Probably some people will say, “there are many existing templating systems out there that you can use!” To which I can give the Drew Houston reply:
You: There are a million of templating systems out there!
Me: Do you use any of them to manage your codebase?
There are probably mistakes in my design. There are probably problems I didn’t think of. Good chances are that the eventual implementation will look nothing like the design I described. That’s okay, this is how these things work. I just hope to get the ball rolling for people to start thinking about this problem and come up with solutions.
I really hope that some open-source developer out there will read this essay and implement it, or implement his own take on it, so we could all benefit from this tool.
 I personally remember one contract Django job in which I had a few repeating code segments in a few classes.

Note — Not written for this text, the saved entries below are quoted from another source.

"""Quality control of a table of many drifters: each drifter is flagged on its own.

The QC tests are defined per drifter (docs/qc.md).  ``run_qc`` on a table of
several drifters must therefore give every row the flag, reasons and segment
that ``run_qc`` on that drifter's rows alone gives, whatever the other
drifters hold: the batched streaming run relies on it.  The tracks below are
built so that the iterative tests need many passes in some drifters and few
in others, and so that suspect fixes sit at the ends of neighbouring
drifters.
"""

from __future__ import annotations

import numpy as np
import pandas as pd
import pytest

from driftloop import geodesy, landmask
from driftloop.config import QCConfig
from driftloop.io.schema import make_fixes
from driftloop.qc import QC_COLUMNS, run_qc

T0 = pd.Timestamp("2024-03-01T00:00:00Z")
# 39 N 9.5 W is sea about 6.6 km off the Portuguese coast (see test_landmask)
OFF_PORTUGAL = (39.0, -9.5)


@pytest.fixture(scope="module", autouse=True)
def mask():
    return landmask.land_bits()


def _track(rng, drifter, n, origin, *, wild=0.0, still=False, end_spikes=False, ship=0,
           start_h=0.0):
    """East/north motion of one drifter (m) turned into fixes around ``origin``."""
    hours = np.arange(n, dtype=float) + start_h + rng.uniform(0, 24)
    if still:
        x, y = rng.normal(0, 5, n), rng.normal(0, 5, n)
    else:
        u, v = rng.normal(0, 0.3, 2)
        radius, period = rng.uniform(0, 3000), rng.uniform(12, 30)
        phase = 2 * np.pi * hours / period
        x = u * hours * 3600 + radius * np.cos(phase) + rng.normal(0, 10, n)
        y = v * hours * 3600 + radius * np.sin(phase) + rng.normal(0, 10, n)
    if wild:  # many displaced fixes: the iterative tests need many passes
        bad = rng.random(n) < wild
        size = rng.choice([2000.0, 8000.0, 40000.0], n)
        angle = rng.uniform(0, 2 * np.pi, n)
        x[bad] += (size * np.cos(angle))[bad]
        y[bad] += (size * np.sin(angle))[bad]
    if end_spikes:  # wild first and last fixes
        x[[0, -1]] += 30000.0
    if ship:  # carried away at 8 m/s for ``ship`` hours from the middle of the track
        k = n // 2
        x[k:] += np.minimum(np.arange(n - k) + 1, ship) * 8.0 * 3600
    lat0, lon0 = origin
    end = geodesy.forward(lon0, lat0, np.degrees(np.arctan2(x, y)), np.hypot(x, y))
    # times to the nanosecond, a few ns off the hour
    ns = np.round(hours * 3600.0).astype(np.int64) * 1_000_000_000 + rng.integers(-3, 4, n)
    time = T0 + pd.to_timedelta(ns)
    return pd.DataFrame({"drifter_id": drifter, "time": time,
                         "lat": end.lat_deg, "lon": end.lon_deg})


def _release(seed):
    rng = np.random.default_rng(seed)
    # ship runs of exactly the minimum duration (3 h) are decided by the last
    # bits of the fix times; one drifter starts a year before the others
    kinds = [dict(wild=0.4), dict(end_spikes=True), dict(end_spikes=True), dict(),
             dict(wild=0.2), dict(ship=3), dict(still=True), dict(wild=0.3, end_spikes=True),
             dict(end_spikes=True, still=True), dict(ship=8), dict(ship=3), dict(ship=3),
             dict(start_h=-365 * 24.0)]
    parts = []
    for k, kind in enumerate(kinds * 2):
        near_coast = kind.get("still", False)
        origin = OFF_PORTUGAL if near_coast else (35 + rng.normal(0, 3), -40 + rng.normal(0, 3))
        n = 40 if kind.get("ship") else int(rng.choice([3, 5, 40, 300]))
        parts.append(_track(rng, f"D{k:02d}", n, origin, **kind))
    tracks = pd.concat(parts, ignore_index=True)
    table = make_fixes(source_file="release.csv", source_row=np.arange(len(tracks)) + 2,
                       **{c: tracks[c].tolist() for c in ("drifter_id", "time", "lat", "lon")})
    # shuffle the rows: the table need not be grouped by drifter
    return table.iloc[rng.permutation(len(table))]


def _one_by_one(table, config):
    parts = [run_qc(group, config).loc[:, list(QC_COLUMNS)]
             for _, group in table.groupby("drifter_id", sort=True, observed=True)]
    return pd.concat(parts).reindex(table.index)


@pytest.mark.parametrize("seed", [0, 1, 2])
@pytest.mark.parametrize("land_test", [True, False])
def test_each_drifter_is_flagged_as_if_alone(seed, land_test):
    config = QCConfig(land_test=land_test)
    table = _release(seed)
    together = run_qc(table, config).loc[:, list(QC_COLUMNS)]
    alone = _one_by_one(table, config)
    pd.testing.assert_frame_equal(together, alone, check_exact=True)
    # the release exercises what it is built for
    reasons = set("|".join(alone["qc_reasons"]).split("|"))
    assert {"speed_fail", "position_outlier", "ship_pickup"} <= reasons
    assert ("grounded" in reasons) == land_test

I refactored them into one base class. But that architecture was just not meant to be. It was too dynamic; I was creating class attributes dynamically and doing other nasty stuff. Maybe in LISP one would be able to come up with an elegant refactoring for that specific problem, but not in Python. That refactoring was a mistake on my part that cost my client a bit of money.
Thanks to Amir Rachum for helping me brainstorm on this idea.